Below are some records; return all of them exactly as they are.
___ Data shown
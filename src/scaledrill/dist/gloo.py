"""torch.distributed collectives (gloo on CPU; the same code takes NCCL on GPUs).

Rendezvous: MASTER_ADDR, MASTER_PORT, RANK and WORLD_SIZE come from our launcher
or from torchrun. Our launcher serves the rendezvous store itself, on the address
it was given (dist/launch.py), so every rank here is the store's client; under
torchrun, rank 0 serves it (`env://`). The timeout bounds how long a collective waits
for a peer that died, so a fault ends the run instead of hanging it.
"""

import os
from datetime import timedelta

import torch
import torch.distributed as dist


class GlooCollective:
    def __init__(self, timeout: timedelta):
        if not dist.is_initialized():
            if os.environ.get("SCALEDRILL_STORE") == "served":
                env = os.environ
                store = dist.TCPStore(env["MASTER_ADDR"], int(env["MASTER_PORT"]), None, False, timeout)
                dist.init_process_group("gloo", store=store, rank=int(env["RANK"]), world_size=int(env["WORLD_SIZE"]), timeout=timeout)
            else:
                dist.init_process_group("gloo", init_method="env://", timeout=timeout)
        self.rank = dist.get_rank()
        self.size = dist.get_world_size()

    def all_reduce(self, tensor: torch.Tensor) -> None:
        dist.all_reduce(tensor)

    def all_reduce_many(self, tensors: list[torch.Tensor]) -> None:
        for work in [dist.all_reduce(t, async_op=True) for t in tensors]:  # all in flight, then wait
            work.wait()

    def all_reduce_start(self, tensor: torch.Tensor):
        return dist.all_reduce(tensor, async_op=True)

    def all_gather(self, tensor: torch.Tensor) -> torch.Tensor:
        out = torch.empty((self.size, *tensor.shape), dtype=tensor.dtype)
        dist.all_gather(list(out.unbind(0)), tensor.contiguous())
        return out

    def barrier(self) -> None:
        dist.barrier()

    def close(self) -> None:
        if dist.is_initialized():
            dist.destroy_process_group()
______
## Answer to this problem:
filename src/scaledrill/dist/gloo.py
"""torch.distributed collectives (gloo on CPU; the same code takes NCCL on GPUs).

Rendezvous: MASTER_ADDR, MASTER_PORT, RANK and WORLD_SIZE come from our launcher
or from torchrun. Our launcher serves the rendezvous store itself, on the address
it was given (dist/launch.py), so every rank here is the store's client; under
torchrun, rank 0 serves it (`env://`). The timeout bounds how long a collective waits
for a peer that died, so a fault ends the run instead of hanging it.
"""

import os
from datetime import timedelta

import torch
import torch.distributed as dist


class GlooCollective:
    def __init__(self, timeout: timedelta):
        if not dist.is_initialized():
            if os.environ.get("SCALEDRILL_STORE") == "served":
                env = os.environ
                store = dist.TCPStore(env["MASTER_ADDR"], int(env["MASTER_PORT"]), None, False, timeout)
                dist.init_process_group("gloo", store=store, rank=int(env["RANK"]), world_size=int(env["WORLD_SIZE"]), timeout=timeout)
            else:
                dist.init_process_group("gloo", init_method="env://", timeout=timeout)
        self.rank = dist.get_rank()
        self.size = dist.get_world_size()

    def all_reduce(self, tensor: torch.Tensor) -> None:
        dist.all_reduce(tensor)

    def all_reduce_many(self, tensors: list[torch.Tensor]) -> None:
        for work in [dist.all_reduce(t, async_op=True) for t in tensors]:  # all in flight, then wait
            work.wait()

    def all_reduce_start(self, tensor: torch.Tensor):
        return dist.all_reduce(tensor, async_op=True)

    def all_gather(self, tensor: torch.Tensor) -> torch.Tensor:
        out = torch.empty((self.size, *tensor.shape), dtype=tensor.dtype)
        dist.all_gather(list(out.unbind(0)), tensor.contiguous())
        return out

    def barrier(self) -> None:
        dist.barrier()

    def close(self) -> None:
        if dist.is_initialized():
            dist.destroy_process_group()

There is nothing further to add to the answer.